Just as an aside, from what I've been told, putting in a more powerful engine does necessitate some body strengthening. I forget exactly where this was supposed to be done.


----------



## Moff (Sep 27, 2004)

Here is one for sale....

Very Very Rare Skline LGC10 GTX Coupe For Sale (1971) on Car And Classic UK

Yikes its a lot !


----------



## PS30-SB (Jun 13, 2003)

Riddled with the 'usual' mistakes....

What's being described as an _"LGC10"_ is actually a *KGC10*, and all the mentions of _"KPGC110"_ actually mean 'KPGC10' ( the C110-series was the 'Ken & Mary' shape that followed this C10-series 'Hakosuka' ).

_"PMSC style rear spoiler"_ must mean 'P.M.C.S' - even though *P*rince *M*otorist *C*lub *S*port never made spoilers..... 

I'll eat my hat if this car is currently in Yorkshire, too.

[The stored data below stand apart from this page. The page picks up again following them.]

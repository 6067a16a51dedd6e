package org.merewarden.jobs;

import java.time.Instant;
import org.jspecify.annotations.Nullable;

/** A job as pages show it. State: QUEUED, RUNNING, DONE, FAILED or CANCELLED. */
public record JobView(
        long id,
        String kind,
        String subject,
        String state,
        int done,
        int total,
        @Nullable String note,
        String requestedBy,
        Instant requestedAt,
        @Nullable Instant startedAt,
        @Nullable Instant finishedAt) {
    public boolean active() {
        return state.equals("QUEUED") || state.equals("RUNNING");
    }
}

Just another 'agent' chancer?


----------



## Babalouie (Feb 18, 2009)

Wow....pricey!


----------



## Mook (Mar 20, 2007)

cross referencing the phone number finds this place


The Green Car Co.Ltd

29, Fyfe Crescent, Baildon, Shipley, West Yorkshire BD17 6DR

* Tel: 07961 741758

* Map & Directions

Categories: Car Dealers - Used
Map & Directions... about The Green Car Co.Ltd () 

who's linked to this place

Motor House Of Shipley - Shipley - West Yorkshire | Quality Used Prestige Sports and Performance Cars, Welcome


----------



## cleethorpes (Sep 30, 2008)

and it appears that address is a house..


----------



## Mook (Mar 20, 2007)

Low CO2 Fuel Efficient Congestion Charge Exempt Vehicles - Home

erm, i think that other link was a typo, lol

mook


----------



## cleethorpes (Sep 30, 2008)

looking at his current and previous stock it looks like he probably doesn't have the car.... similar to the scottish guy who rips everyone off using rhd's ad's....perhaps..


----------



## typerchris (May 8, 2007)

cleethorpes said:


> looking at his current and previous stock it looks like he probably doesn't have the car.... similar to the scottish guy who rips everyone off using rhd's ad's....perhaps..

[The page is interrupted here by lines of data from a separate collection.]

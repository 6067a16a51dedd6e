package org.merewarden.jobs;

import com.github.kagkarlsson.scheduler.SchedulerClient;
import com.github.kagkarlsson.scheduler.task.TaskInstance;
import java.sql.ResultSet;
import java.sql.SQLException;
import java.time.Clock;
import java.time.Instant;
import java.time.OffsetDateTime;
import java.time.ZoneOffset;
import java.util.List;
import java.util.Objects;
import java.util.Optional;
import org.jspecify.annotations.Nullable;
import org.merewarden.web.Who;
import org.springframework.beans.factory.ObjectProvider;
import org.springframework.jdbc.core.simple.JdbcClient;
import org.springframework.jdbc.support.GeneratedKeyHolder;
import org.springframework.stereotype.Service;
import org.springframework.transaction.annotation.Transactional;

/**
 * Queued work. A job is a row with its state and progress; the scheduler's own table says which process does it, so
 * that a job whose process died is taken up again.
 */
@Service
public class Jobs {
    static final String TASK = "job";
    private static final String COLUMNS =
            "id, kind, subject, state, progress_done, progress_total, note, requested_by, requested_at, started_at,"
                    + " finished_at";

    private final JdbcClient jdbc;
    private final Clock clock;
    // the scheduler is made from the task that runs the handlers, which may themselves submit jobs
    private final ObjectProvider<SchedulerClient> scheduler;

    Jobs(JdbcClient jdbc, Clock clock, ObjectProvider<SchedulerClient> scheduler) {
        this.jdbc = jdbc;
        this.clock = clock;
        this.scheduler = scheduler;
    }

    /**
     * Queues a job in the caller's transaction.
     *
     * @param subject for people, e.g. "12 stocks"
     * @param payload for the handler
     * @return the job's number
     */
    @Transactional
    public long submit(String kind, String subject, String payload) {
        var keys = new GeneratedKeyHolder();
        jdbc.sql("""
                insert into job (kind, subject, payload, state, requested_by, requested_at)
                values (:kind, :subject, :payload, 'QUEUED', :by, :at)""")
                .param("kind", kind)
                .param("subject", subject)
                .param("payload", payload)
                .param("by", Who.name())
                .param("at", now())
                .update(keys, "id");
        long id = Objects.requireNonNull(keys.getKey()).longValue();
        scheduler.getObject().scheduleIfNotExists(new TaskInstance<Void>(TASK, Long.toString(id)), clock.instant());
        return id;
    }

    public Optional<JobView> find(long id) {
        return jdbc.sql("select " + COLUMNS + " from job where id = ?")
                .param(id)
                .query(Jobs::view)
                .optional();
    }

    /** What the submitter of a job handed over. */
    public Optional<String> payload(long id) {
        return jdbc.sql("select payload from job where id = ?")
                .param(id)
                .query(String.class)
                .optional();
    }

    /** The latest jobs of a kind, newest first. */
    public List<JobView> recent(String kind, int count) {
        return jdbc.sql("select " + COLUMNS + " from job where kind = ? order by id desc limit ?")
                .params(kind, count)
                .query(Jobs::view)
                .list();
    }

    /** Asks a job to stop; one that has not begun never does, a running one stops after its present piece. */
    @Transactional
    public void cancel(long id) {
        jdbc.sql("update job set cancel_requested_at = ? where id = ? and state in ('QUEUED', 'RUNNING')")
                .params(now(), id)
                .update();
        jdbc.sql("update job set state = 'CANCELLED', finished_at = ? where id = ? and state = 'QUEUED'")
                .params(now(), id)
                .update();
    }

    /** Marks the job as begun; false where it is over already and must not run. */
    boolean begin(long id) {
        return jdbc.sql(
                                "update job set state = 'RUNNING', started_at = ? where id = ? and state in ('QUEUED', 'RUNNING')")
                        .params(now(), id)
                        .update()
                == 1;
    }

    void end(long id, String state, @Nullable String note) {
        jdbc.sql("update job set state = :state, finished_at = :at, note = coalesce(:note, note) where id = :id")
                .param("state", state)
                .param("at", now())
                .param("note", note, java.sql.Types.VARCHAR)
                .param("id", id)
                .update();
    }

    RunningJob running(long id) {
        return jdbc.sql("select payload, requested_by from job where id = ?")
                .param(id)
                .query((row, n) -> (RunningJob) new Running(id, row.getString(1), row.getString(2)))
                .single();
    }

    String kind(long id) {
        return jdbc.sql("select kind from job where id = ?")
                .param(id)
                .query(String.class)
                .single();
    }

    private OffsetDateTime now() {
        return clock.instant().atOffset(ZoneOffset.UTC);
    }

    private static JobView view(ResultSet row, int n) throws SQLException {
        return new JobView(
                row.getLong("id"),
                row.getString("kind"),
                row.getString("subject"),
                row.getString("state"),
                row.getInt("progress_done"),
                row.getInt("progress_total"),
                row.getString("note"),
                row.getString("requested_by"),
                Objects.requireNonNull(instant(row, "requested_at")),
                instant(row, "started_at"),
                instant(row, "finished_at"));
    }

    private static @Nullable Instant instant(ResultSet row, String column) throws SQLException {
        OffsetDateTime at = row.getObject(column, OffsetDateTime.class);
        return at == null ? null : at.toInstant();
    }

    private final class Running implements RunningJob {
        private final long id;
        private final String payload;
        private final String requestedBy;

        Running(long id, String payload, String requestedBy) {
            this.id = id;
            this.payload = payload;
            this.requestedBy = requestedBy;
        }

        @Override
        public long id() {
            return id;
        }

        @Override
        public String payload() {
            return payload;
        }

        @Override
        public String requestedBy() {
            return requestedBy;
        }

        @Override
        public boolean cancelRequested() {
            return jdbc.sql("select count(*) from job where id = ? and cancel_requested_at is not null")
                            .param(id)
                            .query(Integer.class)
                            .single()
                    > 0;
        }

        @Override
        public void progress(int done, int total, String note) {
            jdbc.sql("update job set progress_done = ?, progress_total = ?, note = ? where id = ?")
                    .params(done, total, note, id)
                    .update();
        }
    }
}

It does look like he has some impressive stuff but how could he be compared with someone who rips people off


----------



## cleethorpes (Sep 30, 2008)

What link where you looking at? He has only had a total of about 4 or 5 
cars


----------



## cleethorpes (Sep 30, 2008)

And my point is I agree with others who feel he is simply advertising something that might not be in his possesion.. For a silly price


----------



## typerchris (May 8, 2007)

haha i looked at the first link the second seems to have completley different stock.


----------



## Mook (Mar 20, 2007)

I don't think the first link was correct at all. Lol


----------



## typerchris (May 8, 2007)

Mook said:


> I don't think the first link was correct at all. Lol


Some pretty special cars in there though


----------



## Moff (Sep 27, 2004)

Moff said:


> Here is one for sale....
> 
> Very Very Rare Skline LGC10 GTX Coupe For Sale (1971) on Car And Classic UK
> 
> Yikes its a lot !





PS30-SB said:


> Riddled with the 'usual' mistakes....
> 
> What's being described as an _"LGC10"_ is actually a *KGC10*, and all the mentions of _"KPGC110"_ actually mean 'KPGC10' ( the C110-series was the 'Ken & Mary' shape that followed this C10-series 'Hakosuka' ).
> 
> ...


Yup, appears it is in Japan. Cheaper price here for the same car

HAKOSUKA VINTAGE JDM Nissan Skyline KGC10 GT-X Modified | 1971 KGC10 GT-R Style HAKOSUKA VINTAGE SKYLINE


----------



## cleethorpes (Sep 30, 2008)

just another chancer...


----------



## GTRCharie (Nov 18, 2010)

I spoke to this company a while ago as they advertised a similar car that was subsequently sold to a UK buyer

When you speak with them they do actually tell you that the car is in Japan and the price includes export costs, insurance, freight charges, registration etc aas they have an agreement with the supplier

It's expensive but you have a lot of security built in, so ultimately it's worth it.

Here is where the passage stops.